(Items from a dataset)
++++++++++

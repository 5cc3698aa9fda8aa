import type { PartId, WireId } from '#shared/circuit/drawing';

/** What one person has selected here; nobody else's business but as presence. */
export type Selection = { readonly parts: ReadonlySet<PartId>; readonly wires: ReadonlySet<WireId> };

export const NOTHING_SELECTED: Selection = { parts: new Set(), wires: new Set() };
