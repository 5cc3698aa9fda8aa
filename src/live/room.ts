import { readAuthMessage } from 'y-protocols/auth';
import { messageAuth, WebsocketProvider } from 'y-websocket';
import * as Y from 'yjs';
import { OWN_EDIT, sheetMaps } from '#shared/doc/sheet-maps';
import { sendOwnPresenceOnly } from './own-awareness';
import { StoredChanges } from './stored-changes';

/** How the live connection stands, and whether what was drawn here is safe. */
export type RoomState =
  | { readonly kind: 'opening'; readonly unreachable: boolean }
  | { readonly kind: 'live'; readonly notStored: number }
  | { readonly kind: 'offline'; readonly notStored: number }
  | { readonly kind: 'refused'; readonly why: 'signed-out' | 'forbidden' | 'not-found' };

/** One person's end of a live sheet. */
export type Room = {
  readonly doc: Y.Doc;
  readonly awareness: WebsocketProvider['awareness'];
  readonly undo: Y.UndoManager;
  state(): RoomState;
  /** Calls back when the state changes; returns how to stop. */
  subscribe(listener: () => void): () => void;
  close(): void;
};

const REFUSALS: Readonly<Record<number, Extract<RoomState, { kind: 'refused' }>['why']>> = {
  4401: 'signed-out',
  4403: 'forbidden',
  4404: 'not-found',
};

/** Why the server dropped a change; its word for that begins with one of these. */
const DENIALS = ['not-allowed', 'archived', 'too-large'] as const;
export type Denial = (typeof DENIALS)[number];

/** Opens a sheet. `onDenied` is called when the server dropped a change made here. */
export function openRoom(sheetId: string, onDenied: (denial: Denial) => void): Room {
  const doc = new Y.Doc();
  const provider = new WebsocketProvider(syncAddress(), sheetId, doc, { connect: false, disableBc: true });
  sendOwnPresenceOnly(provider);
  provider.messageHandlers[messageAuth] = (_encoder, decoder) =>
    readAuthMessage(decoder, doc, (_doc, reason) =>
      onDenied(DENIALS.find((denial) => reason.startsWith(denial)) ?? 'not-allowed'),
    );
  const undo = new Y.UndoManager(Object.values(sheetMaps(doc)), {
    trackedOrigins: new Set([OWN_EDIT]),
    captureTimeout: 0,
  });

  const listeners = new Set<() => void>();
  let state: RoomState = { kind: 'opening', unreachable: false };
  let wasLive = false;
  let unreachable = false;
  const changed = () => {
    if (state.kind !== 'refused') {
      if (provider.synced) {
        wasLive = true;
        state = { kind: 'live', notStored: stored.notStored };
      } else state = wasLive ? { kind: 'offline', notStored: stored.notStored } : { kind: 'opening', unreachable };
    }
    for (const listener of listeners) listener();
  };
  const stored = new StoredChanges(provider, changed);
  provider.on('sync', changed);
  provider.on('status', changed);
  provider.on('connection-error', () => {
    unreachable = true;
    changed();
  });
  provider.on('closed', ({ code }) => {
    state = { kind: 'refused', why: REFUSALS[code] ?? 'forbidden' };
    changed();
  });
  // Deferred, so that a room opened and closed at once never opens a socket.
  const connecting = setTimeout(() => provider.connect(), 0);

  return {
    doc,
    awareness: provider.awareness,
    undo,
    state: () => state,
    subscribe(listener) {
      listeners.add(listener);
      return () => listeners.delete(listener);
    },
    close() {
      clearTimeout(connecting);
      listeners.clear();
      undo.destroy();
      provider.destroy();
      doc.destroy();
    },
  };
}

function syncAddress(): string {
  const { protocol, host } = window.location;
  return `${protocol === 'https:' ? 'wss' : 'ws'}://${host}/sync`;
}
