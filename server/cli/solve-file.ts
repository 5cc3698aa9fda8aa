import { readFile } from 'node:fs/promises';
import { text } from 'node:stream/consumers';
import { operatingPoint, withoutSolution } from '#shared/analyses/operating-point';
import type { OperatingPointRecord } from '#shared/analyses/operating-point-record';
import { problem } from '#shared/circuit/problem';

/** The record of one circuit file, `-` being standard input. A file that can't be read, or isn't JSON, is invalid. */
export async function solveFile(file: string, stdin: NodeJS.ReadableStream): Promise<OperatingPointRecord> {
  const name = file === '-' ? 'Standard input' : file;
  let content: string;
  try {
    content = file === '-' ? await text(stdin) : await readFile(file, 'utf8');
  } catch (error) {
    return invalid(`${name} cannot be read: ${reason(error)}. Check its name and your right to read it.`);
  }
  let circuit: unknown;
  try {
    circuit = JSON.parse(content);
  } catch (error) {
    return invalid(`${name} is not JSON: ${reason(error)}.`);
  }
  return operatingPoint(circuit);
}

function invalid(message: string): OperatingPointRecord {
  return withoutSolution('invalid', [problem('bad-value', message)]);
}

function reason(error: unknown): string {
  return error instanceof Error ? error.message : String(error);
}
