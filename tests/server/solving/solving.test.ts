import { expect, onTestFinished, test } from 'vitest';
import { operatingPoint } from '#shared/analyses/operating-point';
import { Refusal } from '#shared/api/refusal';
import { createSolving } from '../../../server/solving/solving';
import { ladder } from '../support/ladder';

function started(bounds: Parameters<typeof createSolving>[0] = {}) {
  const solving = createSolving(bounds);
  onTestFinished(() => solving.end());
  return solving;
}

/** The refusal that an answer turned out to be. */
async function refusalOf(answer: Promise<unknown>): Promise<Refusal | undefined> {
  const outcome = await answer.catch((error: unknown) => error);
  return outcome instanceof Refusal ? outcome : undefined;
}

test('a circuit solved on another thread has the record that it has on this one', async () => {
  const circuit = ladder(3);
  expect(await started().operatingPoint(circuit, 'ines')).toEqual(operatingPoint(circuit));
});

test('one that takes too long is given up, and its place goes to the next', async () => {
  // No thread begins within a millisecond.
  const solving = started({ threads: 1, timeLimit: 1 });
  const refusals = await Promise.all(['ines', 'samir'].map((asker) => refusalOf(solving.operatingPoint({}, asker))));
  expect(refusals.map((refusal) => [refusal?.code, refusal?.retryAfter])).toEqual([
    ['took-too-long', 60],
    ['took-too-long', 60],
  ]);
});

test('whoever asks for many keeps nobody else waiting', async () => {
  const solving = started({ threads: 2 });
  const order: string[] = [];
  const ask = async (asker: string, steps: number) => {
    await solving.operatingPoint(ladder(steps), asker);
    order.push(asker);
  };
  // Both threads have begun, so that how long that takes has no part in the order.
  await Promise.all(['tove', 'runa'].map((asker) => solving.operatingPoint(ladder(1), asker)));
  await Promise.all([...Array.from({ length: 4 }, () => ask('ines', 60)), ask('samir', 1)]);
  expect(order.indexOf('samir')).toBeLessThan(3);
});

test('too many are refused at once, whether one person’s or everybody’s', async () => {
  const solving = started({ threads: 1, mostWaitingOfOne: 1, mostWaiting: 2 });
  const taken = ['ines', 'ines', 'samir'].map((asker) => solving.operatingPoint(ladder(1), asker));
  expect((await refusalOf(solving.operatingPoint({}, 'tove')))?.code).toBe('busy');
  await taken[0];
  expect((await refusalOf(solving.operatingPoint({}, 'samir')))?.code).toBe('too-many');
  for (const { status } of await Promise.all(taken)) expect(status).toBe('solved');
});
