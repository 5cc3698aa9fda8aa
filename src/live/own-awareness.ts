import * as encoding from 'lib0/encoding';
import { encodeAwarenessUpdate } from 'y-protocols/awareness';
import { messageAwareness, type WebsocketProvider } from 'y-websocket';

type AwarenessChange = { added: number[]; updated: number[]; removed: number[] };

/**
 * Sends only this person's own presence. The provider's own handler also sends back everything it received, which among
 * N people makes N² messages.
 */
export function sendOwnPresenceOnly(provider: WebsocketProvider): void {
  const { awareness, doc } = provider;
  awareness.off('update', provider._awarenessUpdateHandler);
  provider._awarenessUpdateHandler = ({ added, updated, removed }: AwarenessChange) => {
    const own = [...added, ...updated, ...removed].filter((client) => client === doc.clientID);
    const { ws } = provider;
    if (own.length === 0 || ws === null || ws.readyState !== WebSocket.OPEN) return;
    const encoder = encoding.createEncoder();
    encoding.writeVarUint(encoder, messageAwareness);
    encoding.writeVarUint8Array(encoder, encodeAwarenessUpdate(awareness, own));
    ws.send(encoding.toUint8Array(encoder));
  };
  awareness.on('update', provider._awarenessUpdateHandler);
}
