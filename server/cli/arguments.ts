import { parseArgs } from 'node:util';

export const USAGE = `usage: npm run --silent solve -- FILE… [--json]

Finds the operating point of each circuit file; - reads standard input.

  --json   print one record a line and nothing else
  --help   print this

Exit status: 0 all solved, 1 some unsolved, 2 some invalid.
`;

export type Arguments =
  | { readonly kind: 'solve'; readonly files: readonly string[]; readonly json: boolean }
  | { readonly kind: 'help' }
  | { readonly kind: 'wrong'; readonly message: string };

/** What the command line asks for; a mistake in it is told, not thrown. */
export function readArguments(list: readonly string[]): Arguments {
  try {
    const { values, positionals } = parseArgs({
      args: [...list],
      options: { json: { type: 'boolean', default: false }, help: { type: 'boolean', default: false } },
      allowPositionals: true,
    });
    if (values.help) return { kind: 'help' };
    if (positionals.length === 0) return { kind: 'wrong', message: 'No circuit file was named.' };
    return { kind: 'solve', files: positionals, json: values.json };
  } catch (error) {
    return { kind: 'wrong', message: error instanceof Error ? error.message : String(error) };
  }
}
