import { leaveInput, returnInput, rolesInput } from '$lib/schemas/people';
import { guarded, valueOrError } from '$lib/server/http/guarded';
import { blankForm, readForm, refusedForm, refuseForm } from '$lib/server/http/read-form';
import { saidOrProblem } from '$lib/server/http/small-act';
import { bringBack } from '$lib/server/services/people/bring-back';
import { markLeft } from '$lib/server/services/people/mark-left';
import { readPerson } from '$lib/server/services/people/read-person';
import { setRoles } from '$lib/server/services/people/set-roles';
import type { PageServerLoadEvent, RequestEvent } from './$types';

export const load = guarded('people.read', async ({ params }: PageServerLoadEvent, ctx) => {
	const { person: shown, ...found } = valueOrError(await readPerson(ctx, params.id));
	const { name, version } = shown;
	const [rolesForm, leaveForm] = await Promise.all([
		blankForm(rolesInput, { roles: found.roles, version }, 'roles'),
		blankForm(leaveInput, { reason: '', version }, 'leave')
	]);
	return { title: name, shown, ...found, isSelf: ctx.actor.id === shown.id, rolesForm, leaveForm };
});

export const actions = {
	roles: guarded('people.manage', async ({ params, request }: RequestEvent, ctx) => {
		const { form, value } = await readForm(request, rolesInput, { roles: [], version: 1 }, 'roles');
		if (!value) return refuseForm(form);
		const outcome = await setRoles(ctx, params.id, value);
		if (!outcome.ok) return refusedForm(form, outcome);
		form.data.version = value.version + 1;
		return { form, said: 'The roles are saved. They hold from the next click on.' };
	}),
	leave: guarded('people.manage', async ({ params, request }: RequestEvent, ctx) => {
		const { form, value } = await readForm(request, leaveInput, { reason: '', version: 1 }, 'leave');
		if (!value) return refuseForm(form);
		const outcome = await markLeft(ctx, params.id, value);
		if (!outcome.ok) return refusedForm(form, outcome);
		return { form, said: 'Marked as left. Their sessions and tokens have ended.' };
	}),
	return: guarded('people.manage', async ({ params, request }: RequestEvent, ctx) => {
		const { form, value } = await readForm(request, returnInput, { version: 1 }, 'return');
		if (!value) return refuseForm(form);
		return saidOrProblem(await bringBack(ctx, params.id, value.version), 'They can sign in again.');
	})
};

++++++++++

Starting at the line that contains "const outcome = await markLeft(ctx, params.id, value);", return every line through the last one above, exactly as written.

		const outcome = await markLeft(ctx, params.id, value);
		if (!outcome.ok) return refusedForm(form, outcome);
		return { form, said: 'Marked as left. Their sessions and tokens have ended.' };
	}),
	return: guarded('people.manage', async ({ params, request }: RequestEvent, ctx) => {
		const { form, value } = await readForm(request, returnInput, { version: 1 }, 'return');
		if (!value) return refuseForm(form);
		return saidOrProblem(await bringBack(ctx, params.id, value.version), 'They can sign in again.');
	})
};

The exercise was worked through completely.